By Henry Srebrnik, Saint John Telegraph-Journal
Is Prime Minister Mark Carney, born in the Northwest Territories and raised in Edmonton, secretly an Albertan “Trojan Horse” on behalf of central Canadian elites? (See Homer’s Iliad if that term puzzles you.)
Because selecting left-wing Québécoise Louise Arbour as Canada’s next governor general is bound to increase support for separatism in that already very angry western province. And it comes at a time when Canada faces an America under Donald Trump that is no longer perceived as a benign neighbour and a taken-for-granted ally.
A governor general is supposed to be a figure above politics. But as a former Supreme Court justice, a former United Nations High Commissioner for Human Rights, and a former chief prosecutor of international war crimes tribunals, Montreal-born Arbour is, as writer Stephen Taylor pointed out in “Governor General Louise Arbour: the Laurentian Default,” on his Canadian Politics and Commentary website May 5, “the most ideologically loaded appointment to Rideau Hall in living memory.”

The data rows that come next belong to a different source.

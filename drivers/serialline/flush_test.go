package serialline_test

import (
	"context"
	"errors"
	"os"
	"path/filepath"
	"sync"
	"testing"
	"time"

	"go.bug.st/serial"

	"kermalux/drivers/serialline"
)

// kernelPort reads as go.bug.st/serial v1.8.0 does on Linux
// (serial_unix.go, Read): it waits, up to the read timeout, until the
// device has input (select), then reads it with a blocking read(2) on a
// blocking descriptor, and Close waits for a read in progress to end.
// Input emptied between the select and the read (TCIFLUSH from another
// goroutine) leaves the read held in the kernel until more input comes.
type kernelPort struct {
	mu       sync.Mutex
	inRead   chan struct{} // closed when a read first begins
	rdOnce   sync.Once
	in       []byte
	arrived  chan struct{} // a token when input arrives
	closing  chan struct{}
	timeout  time.Duration
	reading  bool
	underRd  int           // inputs emptied while a read was in progress
	selected chan struct{} // closed when a select first finds input
	selOnce  sync.Once
	emptied  chan struct{} // closed at the first ResetInputBuffer after selected
	empOnce  sync.Once
	reads    sync.WaitGroup
	// hold, when set, keeps every read in the kernel until input comes
	// (a read that is stuck whatever the reader asks).
	hold bool
}

func newKernelPort() *kernelPort {
	return &kernelPort{arrived: make(chan struct{}, 1), closing: make(chan struct{}), timeout: 50 * time.Millisecond,
		selected: make(chan struct{}), emptied: make(chan struct{}), inRead: make(chan struct{})}
}

// deliver is the meter sending s.
func (k *kernelPort) deliver(s string) {
	k.mu.Lock()
	k.in = append(k.in, s...)
	k.mu.Unlock()
	select {
	case k.arrived <- struct{}{}:
	default:
	}
}

func (k *kernelPort) take(p []byte) int {
	k.mu.Lock()
	defer k.mu.Unlock()
	n := copy(p, k.in)
	k.in = k.in[n:]
	return n
}

func (k *kernelPort) has() bool {
	k.mu.Lock()
	defer k.mu.Unlock()
	return len(k.in) > 0
}

func (k *kernelPort) Read(p []byte) (int, error) {
	k.reads.Add(1)
	defer k.reads.Done()
	k.rdOnce.Do(func() { close(k.inRead) })
	k.mu.Lock()
	k.reading = true
	hold := k.hold
	k.mu.Unlock()
	defer func() {
		k.mu.Lock()
		k.reading = false
		k.mu.Unlock()
	}()
	if !hold {
		// select(2) with the read timeout.
		t := time.NewTimer(k.timeout)
		defer t.Stop()
		for !k.has() {
			select {
			case <-k.arrived:
			case <-k.closing:
				return 0, os.ErrClosed
			case <-t.C:
				return 0, nil
			}
		}
		// Readable. The time between select and read is short but not
		// nil: here, the first time, it lasts until input is emptied or
		// half a second has passed.
		first := false
		k.selOnce.Do(func() { close(k.selected); first = true })
		if first {
			gap := time.NewTimer(500 * time.Millisecond)
			select {
			case <-k.emptied:
			case <-gap.C:
			}
			gap.Stop()
		}
	}
	// read(2) on a blocking descriptor: nothing wakes it but input.
	for {
		if n := k.take(p); n > 0 {
			return n, nil
		}
		<-k.arrived
	}
}

func (k *kernelPort) ResetInputBuffer() error {
	k.mu.Lock()
	if k.reading {
		k.underRd++
	}
	k.in = nil
	k.mu.Unlock()
	select {
	case <-k.selected: // input emptied after a select found some
		k.empOnce.Do(func() { close(k.emptied) })
	default:
	}
	return nil
}

func (k *kernelPort) Close() error {
	close(k.closing)
	k.reads.Wait() // closeLock: a read in progress ends first
	return nil
}

func (k *kernelPort) SetReadTimeout(d time.Duration) error {
	k.mu.Lock()
	k.timeout = d
	k.mu.Unlock()
	return nil
}
func (k *kernelPort) SetMode(*serial.Mode) error  { return nil }
func (k *kernelPort) Write(p []byte) (int, error) { return len(p), nil }
func (k *kernelPort) Drain() error                { return nil }
func (k *kernelPort) ResetOutputBuffer() error    { return nil }
func (k *kernelPort) SetDTR(bool) error           { return nil }
func (k *kernelPort) SetRTS(bool) error           { return nil }
func (k *kernelPort) GetModemStatusBits() (*serial.ModemStatusBits, error) {
	return &serial.ModemStatusBits{}, nil
}
func (k *kernelPort) Break(time.Duration) error { return nil }

func openKernelPort(t *testing.T, k *kernelPort) *serialline.Port {
	t.Helper()
	dev := filepath.Join(t.TempDir(), "ttyUSB0")
	if err := os.WriteFile(dev, nil, 0o600); err != nil {
		t.Fatal(err)
	}
	p, err := serialline.Open(context.Background(), serialline.Config{Port: dev, ReadTimeout: time.Second},
		serialline.Options{OpenFunc: func(string, *serial.Mode) (serial.Port, error) { return k, nil }})
	if err != nil {
		t.Fatal(err)
	}
	t.Cleanup(func() { p.Close() })
	// Runs before the Close above: a read the old code left in the
	// kernel gets input and ends, so the test fails rather than hangs.
	t.Cleanup(func() { k.deliver("\n") })
	return p
}

// A flush that falls while the background reader has found input and not
// yet read it must not leave the reader blocked in the kernel and the
// flush waiting for it for ever (seen in the stack dump of a hung demo: a
// polled meter flushed after a late reply, and sent nothing more since it
// was never asked again). Only the reader empties the device's input,
// between two reads.
func TestFlushBetweenSelectAndRead(t *testing.T) {
	k := newKernelPort()
	p := openKernelPort(t, k)
	ctx, cancel := context.WithTimeout(context.Background(), 10*time.Second)
	defer cancel()
	k.deliver("L 1,00 cd/m2 S0\n") // a late reply
	select {
	case <-k.selected:
	case <-ctx.Done():
		t.Fatal("the reader never looked for input")
	}
	flushed := make(chan struct{})
	go func() {
		p.Flush() // as a polled dialect does after an error
		close(flushed)
	}()
	select {
	case <-flushed:
	case <-ctx.Done():
		t.Fatal("Flush still waiting after 10 s: the reader is blocked in a read of input the flush emptied")
	}
	k.mu.Lock()
	under := k.underRd
	k.mu.Unlock()
	if under > 0 {
		t.Errorf("input emptied %d times while a read was in progress", under)
	}
	k.deliver("L 2,00 cd/m2 S0\n")
	l, err := p.ReadLine(ctx)
	if err != nil || l.Text != "L 2,00 cd/m2 S0" {
		t.Fatalf("after the flush: %q, %v; want the line sent after it", l.Text, err)
	}
}

// A flush and a close whose reader is held in the kernel (whatever the
// cause) end: the flush with the context, the close within its bound.
func TestFlushAndCloseEndWithAStuckReader(t *testing.T) {
	k := newKernelPort()
	k.hold = true
	p := openKernelPort(t, k)
	select {
	case <-k.inRead:
	case <-time.After(10 * time.Second):
		t.Fatal("the reader never read")
	}
	ctx, cancel := context.WithTimeout(context.Background(), 100*time.Millisecond)
	defer cancel()
	if err := p.FlushContext(ctx); !errors.Is(err, context.DeadlineExceeded) {
		t.Errorf("flush with a stuck reader: %v, want the context's deadline", err)
	}
	closed := make(chan struct{})
	go func() {
		p.Close()
		close(closed)
	}()
	wait, stop := context.WithTimeout(context.Background(), 20*time.Second)
	defer stop()
	select {
	case <-closed:
	case <-wait.Done():
		t.Fatal("Close still waiting after 20 s for a reader held in the kernel")
	}
}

There is no doubt that she fits the stereotype of a Laurentian liberal insider who holds all the left’s progressive views. From the earliest days of Arbour’s legal career at the Law Reform Commission of Canada, a left-wing activist group, through to her time at the Supreme Court and the United Nations, one thing has been consistent -- her activism.
As someone who spent two years at the United Nations building an international framework to normalize mass migration, she will be the Crown’s representative “in a Canada where the previous government’s immigration policy is widely regarded as a catastrophe,” Taylor adds.

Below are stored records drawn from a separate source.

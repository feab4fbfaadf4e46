package serialline_test

import (
	"context"
	"errors"
	"fmt"
	"strings"
	"testing"
	"time"

	"kermalux/drivers"
	"kermalux/drivers/clock"
	"kermalux/drivers/serialline"
	"kermalux/drivers/serialline/linetest"
)

// waitFor waits until cond (an event the port's reader makes happen)
// holds, looking again at each of the reader's events, for up to 10 s of
// real time; it asserts no timing, only that the event happens.
func waitFor(t *testing.T, p *serialline.Port, what string, cond func() bool) {
	t.Helper()
	ctx, cancel := context.WithTimeout(context.Background(), 10*time.Second)
	defer cancel()
	if err := p.WaitFor(ctx, cond); err != nil {
		t.Fatalf("never happened: %s (%v)", what, err)
	}
}

// A line is stamped when it arrives, not when the caller gets round to
// reading it: the clock moves on 5 s between arrival and ReadLine, and the
// line keeps its arrival time.
func TestLinesStampedOnArrival(t *testing.T) {
	clk := clock.NewManual(time.Date(2026, 3, 2, 9, 0, 0, 0, time.UTC))
	d := linetest.New(t, "dev", '\n', nil)
	p, err := serialline.Open(context.Background(), serialline.Config{Port: d.Link(), ReadTimeout: 2 * time.Second}, serialline.Options{Clock: clk})
	if err != nil {
		t.Fatal(err)
	}
	defer p.Close()
	clk.Advance(1 * time.Second)
	d.Send("L 1,00 cd/m2 S0\n")
	waitFor(t, p, "the line queued", func() bool { return p.Buffered() == 1 })
	clk.Advance(5 * time.Second)
	l, err := p.ReadLine(context.Background())
	if err != nil {
		t.Fatal(err)
	}
	if l.Mono != time.Second {
		t.Errorf("line stamped at %v, want 1s (when it arrived)", l.Mono)
	}
}

// The queue is bounded: lines nobody reads push out the oldest, and the
// loss is counted.
func TestQueueOverflowCounted(t *testing.T) {
	d := linetest.New(t, "dev", '\n', nil)
	p := open(t, d, serialline.Config{Buffer: 4})
	var b strings.Builder
	for i := range 10 {
		fmt.Fprintf(&b, "line %d\n", i)
	}
	d.Send(b.String())
	waitFor(t, p, "6 lines dropped", func() bool { return p.Overflows() == 6 })
	if n := p.Buffered(); n != 4 {
		t.Errorf("%d lines held, want 4", n)
	}
	for i := 6; i < 10; i++ {
		l, err := p.ReadLine(context.Background())
		if err != nil || l.Text != fmt.Sprintf("line %d", i) {
			t.Fatalf("got %q, %v; want line %d (the newest four)", l.Text, err, i)
		}
	}
}

// A context deadline before the read timeout is not a timeout of the
// meter: the read returns the context's error, after the context ended
// (issue: read --for reported false "no line within 1s" at its deadline).
func TestContextDeadlineIsNotATimeout(t *testing.T) {
	d := linetest.New(t, "dev", '\n', nil)
	p := open(t, d, serialline.Config{ReadTimeout: 10 * time.Second})
	ctx, cancel := context.WithTimeout(context.Background(), 80*time.Millisecond)
	defer cancel()
	_, err := p.ReadLine(ctx)
	if errors.Is(err, drivers.ErrTimeout) {
		t.Fatalf("got %v: a context deadline reported as the meter's timeout", err)
	}
	if !errors.Is(err, context.DeadlineExceeded) || ctx.Err() == nil {
		t.Fatalf("got %v (context error %v); want the context's deadline, after it passed", err, ctx.Err())
	}
}

// A timeout says how long the read really waited, not only the limit.
func TestTimeoutSaysHowLongItWaited(t *testing.T) {
	d := linetest.New(t, "dev", '\n', nil)
	p := open(t, d, serialline.Config{ReadTimeout: 150 * time.Millisecond})
	start := time.Now()
	_, err := p.ReadLine(context.Background())
	waited := time.Since(start)
	if !errors.Is(err, drivers.ErrTimeout) {
		t.Fatalf("got %v, want ErrTimeout", err)
	}
	// The message carries "in <waited> (timeout 150ms)"; parse the waited
	// duration back and check it against the wall clock around the call.
	msg := err.Error()
	i := strings.Index(msg, ") in ")
	j := strings.Index(msg, " (timeout 150ms)")
	if i < 0 || j < i {
		t.Fatalf("message %q does not say how long it waited", msg)
	}
	got, perr := time.ParseDuration(msg[i+5 : j])
	if perr != nil || got < 150*time.Millisecond || got > waited+time.Millisecond {
		t.Errorf("message says it waited %v (%v); the call took %v and the limit was 150ms", got, perr, waited)
	}
}

// A line longer than the limit is reported once, however often the
// caller polls and flushes while its rest goes by (issue: one 1 MB line
// reported about 90 times, once per poll).
func TestLongLineReportedOnceAcrossPolls(t *testing.T) {
	d := linetest.New(t, "dev", '\n', nil)
	p := open(t, d, serialline.Config{MaxLine: 64, ReadTimeout: 100 * time.Millisecond})
	go func() {
		chunk := strings.Repeat("x", 4096)
		for range 64 { // 256 KiB, one line
			d.Send(chunk)
		}
		d.Send("\nOK\n")
	}()
	garbled := 0
	for i := 0; i < 200; i++ {
		l, err := p.ReadLine(context.Background())
		if err == nil && l.Text == "OK" {
			break
		}
		if errors.Is(err, drivers.ErrGarbled) {
			garbled++
		}
		if err == nil {
			t.Fatalf("got the line %q, want only OK after the long line", l.Text)
		}
		p.Flush() // as a polled dialect does after an error
	}
	if garbled != 1 {
		t.Errorf("the long line was reported %d times, want once", garbled)
	}
}
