// Option sets an optional collaborator of Open.
type Option func(*options)

type options struct {
	name string
	clk  clock.Clock
	log  *slog.Logger
}

// WithName sets the meter's role ("dosimeter"), copied into readings.
func WithName(name string) Option { return func(o *options) { o.name = name } }

// WithClock sets the clock that stamps readings and scales timeouts.
func WithClock(c clock.Clock) Option { return func(o *options) { o.clk = c } }

// WithLogger sets the logger for link and protocol events.
func WithLogger(l *slog.Logger) Option { return func(o *options) { o.log = l } }

// Meter is an SCPI meter over a serial line; it implements drivers.Meter
// and drivers.Identifier. Use it from one goroutine.
type Meter struct {
	cfg  Config
	port *serialline.Port
	o    options

	gen       uint64
	reconnect bool
	dirty     bool
	unit      string         // as the meter spells it
	ourUnit   string         // as package units spells it
	cadence   *clock.Cadence // when the meter is asked, on its clock
	sinceUnit int            // readings since the unit was last checked

	id      drivers.Identity // the identity first seen on the link
	idKnown bool
	changed error // set when a reconnection found another meter

}

var (
	_ drivers.Meter      = (*Meter)(nil)
	_ drivers.Identifier = (*Meter)(nil)
)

Her views are standard fare among central Canadian political elites. Despite all that, at other times, Arbour might be less of a lightning rod or someone adding fuel to a fire. But it’s not just about her -- the appointment is seen as yet another example of disregard for the west, in a country already under strain.

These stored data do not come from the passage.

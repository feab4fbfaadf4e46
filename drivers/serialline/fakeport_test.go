package serialline_test

import (
	"context"
	"errors"
	"io"
	"os"
	"path/filepath"
	"testing"
	"time"

	"go.bug.st/serial"

	"kermalux/drivers"
	"kermalux/drivers/serialline"
)

// deadPort behaves like an unplugged adapter as the library might report
// it: reads return at once with the given result.
type deadPort struct {
	n   int
	err error
}

func (d *deadPort) SetMode(*serial.Mode) error  { return nil }
func (d *deadPort) Read(p []byte) (int, error)  { return d.n, d.err }
func (d *deadPort) Write(p []byte) (int, error) { return len(p), nil }
func (d *deadPort) Drain() error                { return nil }
func (d *deadPort) ResetInputBuffer() error     { return nil }
func (d *deadPort) ResetOutputBuffer() error    { return nil }
func (d *deadPort) SetDTR(bool) error           { return errors.New("inappropriate ioctl") }
func (d *deadPort) SetRTS(bool) error           { return errors.New("inappropriate ioctl") }
func (d *deadPort) GetModemStatusBits() (*serial.ModemStatusBits, error) {
	return nil, errors.New("no")
}
func (d *deadPort) SetReadTimeout(time.Duration) error { return nil }
func (d *deadPort) Close() error                       { return nil }
func (d *deadPort) Break(time.Duration) error          { return nil }

// TestDeadReads checks each way a removed device shows itself on Linux
// (design notes: an immediate zero-byte read, end of file, an I/O error)
// becomes ErrLinkDown at once, never a spin or a timeout.
func TestDeadReads(t *testing.T) {
	dev := filepath.Join(t.TempDir(), "ttyUSB0")
	if err := os.WriteFile(dev, nil, 0o600); err != nil {
		t.Fatal(err)
	}
	for _, tc := range []struct {
		name string
		port *deadPort
	}{
		{"zero bytes at once", &deadPort{}},
		{"end of file", &deadPort{err: io.EOF}},
		{"I/O error", &deadPort{err: errors.New("input/output error")}},
	} {
		t.Run(tc.name, func(t *testing.T) {
			p, err := serialline.Open(context.Background(), serialline.Config{Port: dev, ReadTimeout: 5 * time.Second, ModemLines: true},
				serialline.Options{OpenFunc: func(string, *serial.Mode) (serial.Port, error) { return tc.port, nil }})
			if err != nil {
				t.Fatal(err)
			}
			start := time.Now()
			_, err = p.ReadLine(context.Background())
			if !errors.Is(err, drivers.ErrLinkDown) {
				t.Fatalf("got %v, want ErrLinkDown", err)
			}
			if time.Since(start) > 2*time.Second {
				t.Errorf("took %v: a dead device must be reported at once", time.Since(start))
			}
		})
	}
}
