package serialline

import "context"

// WaitFor waits until cond holds, looking again each time the background
// reader changes something (bytes read, a line queued, a flush taken, the
// device gone), or until ctx ends: tests wait on the reader's events, not
// on time.
func (p *Port) WaitFor(ctx context.Context, cond func() bool) error {
	return p.waitChange(ctx, cond)
}

// Received counts the bytes the background reader has taken off the
// device since Open.
func (p *Port) Received() uint64 {
	p.mu.Lock()
	defer p.mu.Unlock()
	return p.received
}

About 13 million people live west of Ontario and for them to have had no representation in the governor general’s office in more than two decades is indeed noteworthy. The last time the region had a governor general was more than 20 years ago, when Ray Hnatyshyn of Saskatchewan held the post. Subsequent governors general were, originally, from New Brunswick, Hong Kong, Haiti, Ontario and, twice, Quebec. Given the length of the drought since there was a governor general from the west, this current choice deserved extra consideration.
“Not Choosing an Albertan to be GG is an Alarmingly Obvious Missed Opportunity,” suggested journalist Matt Gurney on his May 7 Line Substack. “Because the next governor general should have been from western Canada. Alberta, specifically. The actual physical embodiment of the Canadian state could have been from a part of the country that feels, rightly or wrongly, largely alienated from the Canadian state. He has appointed someone who will confirm a lot of the suspicions the Alberta separatists already had about him, his worldview, the people around him, and the country in general.” It adds insult to injury.
Alberta hasn’t had much respect for years. The oil industry was seen under Justin Trudeau as a source of shame rather than an economic resource. The memorandum of understanding signed by Carney and Alberta Premier Danielle Smith last year promised a deal to approve a new pipeline, but until now it had placed onerous burdens on any plan to build one. Have the recent negotiations between Carney and Smith improved things? Maybe there’s finally been some progress.
Recently, reports have been published suggesting that American and Russian actors are exploiting these regional grievances. “Both Russian and pro-Trump U.S. actors are amplifying and spreading misinformation about Alberta separatism in the hope of fraying Canadian unity and sowing distrust in key institutions and authorities,” according to a May 6 article on the CBC’s website.
Even if this is true, it’s hardly been necessary. The Alberta separatist movement has its roots in western alienation, the belief that the interests of the province are often overlooked by decision-makers in Ottawa. It long precedes Vladimir Putin and Trump.
In his new book The Republic of Alberta: An Idea That Won’t Go Away, journalist Tyler Dawson examines the long history of Alberta separatism. “The grievances and tensions have simmered for decades, occasionally boiling over; subsequent premiers of Alberta fought with Ottawa over banking rules and pushed to wrest control of Alberta’s resources from the federal government,” he notes. Independence advocates claim that Alberta has been systematically undermined by the Canadian federation that created it.
The fact that support for separation hovers in the polls around 30 per cent is hardly surprising. Indeed, if Albertans were ethnically or linguistically different from other Canadians, it would be far higher.
A proposed independence referendum could face a vote as soon as this autumn. Every time the Liberals dismiss Alberta or bring in new policies to control its resources, it motivates the separatists. One of these days, smoldering resentment may turn into a fire hard to extinguish.
As for Arbour, she was asked to respond to her critics who see her as too political, too partisan to occupy a role that should represent all Canadians. “I will reach out, not only to those who agree with me,” she replied. Let’s hope she means it.